A father of one of the boys said: ‘This is ridiculous. How can you tell a seven-year-old boy he cannot play guns and armies with his friends.
‘Another parent was called over for the same reason.

‘We were told to reprimand our son for this and to tell him he cannot play “guns” anymore.

Obviously, it must be made perfectly clear to kids that guns aren’t toys, and if a teacher sees signs that someone doesn’t get that, then intervention in what he’s doing during recess is probably in order. But you don’t need to crack down on perfectly innocent and natural children’s fantasies to get that message across, any more than teaching them auto safety by keeping them from pretending to be NASCAR drivers

What prevents kids from misusing either is instilling in them a much broader ability to distinguish between reality and fantasy, as well as a basic respect for human life. The likelihood of misusing a gun isn’t an isolated issue that pops up in a vacuum. It’s either symptomatic of, or enabled by, broader problems that telling kids what they can’t play at recess just isn’t gonna solve, such as bad parents who don’t safely lock up their weapons or don’t teach their kids morality and responsibility.

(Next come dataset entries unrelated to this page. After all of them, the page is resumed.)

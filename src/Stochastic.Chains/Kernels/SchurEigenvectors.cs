using System.Numerics;

namespace Stochastic.Chains.Kernels;

/// <summary>
/// Right and left eigenvectors of a general real matrix from its real Schur form: those of T by substitution, turned back by Q and the
/// balancing (Golub and Van Loan, Matrix Computations, 4th ed. 2013, section 7.6).
/// </summary>
/// <remarks>
/// A right vector x solves A x = λ x; a left vector y solves yᵀ A = λ yᵀ, not conjugated, so that it is a plain row beside A. Vector k
/// belongs to eigenvalue k of <see cref="RealSchurForm.Eigenvalues"/>; vectors of a complex pair are each other's conjugates. Each has
/// 2-norm one and its first largest entry real and positive, up to roundoff. Left and right vectors of different eigenvalues are orthogonal, and
/// |yᵀ x| of one eigenvalue is the reciprocal of its condition number (Wilkinson 1965): near zero it is all but defective.
/// </remarks>
internal static class SchurEigenvectors
{
    /// <summary>All right eigenvectors, one array each. O(n³): about 4/3 n³ flops.</summary>
    internal static Complex[][] Right(RealSchurForm form, CancellationToken cancellation) => All(form, isLeft: false, cancellation);

    /// <summary>All left eigenvectors, one array each. O(n³): about 4/3 n³ flops.</summary>
    internal static Complex[][] Left(RealSchurForm form, CancellationToken cancellation) => All(form, isLeft: true, cancellation);

    /// <summary>The eigenvalue closest to a real number, the first of equals, and its left eigenvector alone. O(n²).</summary>
    internal static (Complex Eigenvalue, Complex[] Vector) LeftClosestTo(RealSchurForm form, double target)
    {
        var eigenvalues = form.Eigenvalues();
        var closest = 0;
        for (var index = 1; index < eigenvalues.Length; index++)
        {
            if (Complex.Abs(eigenvalues[index] - target) < Complex.Abs(eigenvalues[closest] - target))
            {
                closest = index;
            }
        }

        var order = form.Order;
        var (real, imaginary) = (new double[order], new double[order]);
        var (turnedReal, turnedImaginary) = (new double[order], new double[order]);
        var matrix = ScaledQuasitriangle(form, out var exponent);
        Substitute(matrix, closest, Scaled(eigenvalues[closest], -exponent), isLeft: true, real, imaginary);
        RowCombinations.OfOne(real, form.TransposedBasis, turnedReal);
        RowCombinations.OfOne(imaginary, form.TransposedBasis, turnedImaginary);
        return (eigenvalues[closest], Eigenvector(form, isLeft: true, turnedReal, turnedImaginary));
    }

    private static Complex[][] All(RealSchurForm form, bool isLeft, CancellationToken cancellation)
    {
        // A row of the tables for each real vector, two for real and imaginary parts of a complex pair.
        var order = form.Order;
        var eigenvalues = form.Eigenvalues();
        var matrix = ScaledQuasitriangle(form, out var exponent);
        var substituted = new double[matrix.Length];
        var unused = new double[order];
        for (var row = 0; row < order; row++)
        {
            cancellation.ThrowIfCancellationRequested();
            var isPair = form.IsPairStart(row);
            var imaginary = isPair ? substituted.AsSpan((row + 1) * order, order) : unused;
            Substitute(matrix, row, Scaled(eigenvalues[row], -exponent), isLeft, substituted.AsSpan(row * order, order), imaginary);
            row += isPair ? 1 : 0;
        }

        var turned = new double[matrix.Length];
        RowCombinations.OfMany(substituted, form.TransposedBasis, order, turned);
        var vectors = new Complex[order][];
        for (var row = 0; row < order; row++)
        {
            var isPair = form.IsPairStart(row);
            var imaginary = isPair ? turned.AsSpan((row + 1) * order, order) : unused;
            vectors[row] = Eigenvector(form, isLeft, turned.AsSpan(row * order, order), imaginary);
            if (isPair)
            {
                vectors[row + 1] = Array.ConvertAll(vectors[row], Complex.Conjugate);
                row++;
            }
        }

        return vectors;
    }

    private static void Substitute(
        ReadOnlySpan<double> matrix, int block, Complex eigenvalue, bool isLeft, Span<double> real, Span<double> imaginary)
    {
        var solve = new QuasitriangularVector(matrix, real.Length, block, eigenvalue, real, imaginary);
        if (isLeft)
        {
            solve.SolveLeft();
        }
        else
        {
            solve.SolveRight();
        }
    }

    // Undoes the balancing, x = D v and yᵀ = vᵀ D⁻¹, and normalizes.
    private static Complex[] Eigenvector(RealSchurForm form, bool isLeft, Span<double> real, Span<double> imaginary)
    {
        if (form.BalancingExponents is { } exponents)
        {
            var sign = isLeft ? -1 : 1;
            var largest = int.MinValue;
            for (var row = 0; row < exponents.Length; row++)
            {
                var size = Math.Max(Math.Abs(real[row]), Math.Abs(imaginary[row]));
                largest = size == 0 ? largest : Math.Max(largest, Math.ILogB(size) + (sign * exponents[row]));
            }

            for (var row = 0; row < exponents.Length; row++)
            {
                real[row] = Math.ScaleB(real[row], (sign * exponents[row]) - largest);
                imaginary[row] = Math.ScaleB(imaginary[row], (sign * exponents[row]) - largest);
            }
        }

        var norm = Math.Sqrt(VectorLoops.Dot(real, real) + VectorLoops.Dot(imaginary, imaginary));
        var turn = ConjugatePhase(real, imaginary) / norm;
        var vector = new Complex[real.Length];
        for (var row = 0; row < vector.Length; row++)
        {
            vector[row] = new Complex(real[row], imaginary[row]) * turn;
        }

        return vector;
    }

    // The factor of magnitude one that makes the first largest entry real and positive.
    private static Complex ConjugatePhase(ReadOnlySpan<double> real, ReadOnlySpan<double> imaginary)
    {
        var largest = Complex.Zero;
        var size = 0.0;
        for (var row = 0; row < real.Length; row++)
        {
            var entry = new Complex(real[row], imaginary[row]);
            var magnitude = Complex.Abs(entry);
            (largest, size) = magnitude > size ? (entry, magnitude) : (largest, size);
        }

        return Complex.Conjugate(largest) / size;
    }

    private static double[] ScaledQuasitriangle(RealSchurForm form, out int exponent)
    {
        var matrix = form.Quasitriangle.AsSpan().ToArray();
        exponent = PowerOfTwoScale.Normalize(matrix, form.Order);
        return matrix;
    }

    private static Complex Scaled(Complex value, int exponent) => new(Math.ScaleB(value.Real, exponent), Math.ScaleB(value.Imaginary, exponent));
}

Kids have always pretended to be cops or soldiers, and, the simple truth is that their primary purpose and characteristic of these institutions is protecting the rights of the community through lethal force, so if children are going to play army or police, then guns are going to be an unavoidable part of that scenario. And that’s not a bad thing. Because in the hands of the people these kids were emulating, guns aren’t intended to kill, but to protect. Children fantasizing about fighting fire with fire and standing up to genuine bad guys is not only natural, but healthy. 
Free societies need to pass a certain degree of fighting spirit, of warrior ethos, from one generation to the next – to venerate the fighting and punishing of evil, the willingness to fight and die if need be, etc. I’m not talking about anything close to Sparta-like indoctrination, but at the very least we shouldn’t be coming down on kids when their imaginations are captured by our society’s best and most vital role models.

Indeed, in their zeal to end “threatening behaviour” wherever it arises, the practical effect of such rules is more likely to be the message that military and police service aren’t something children should emulate or look up to, because they’re inherently “threatening” professions.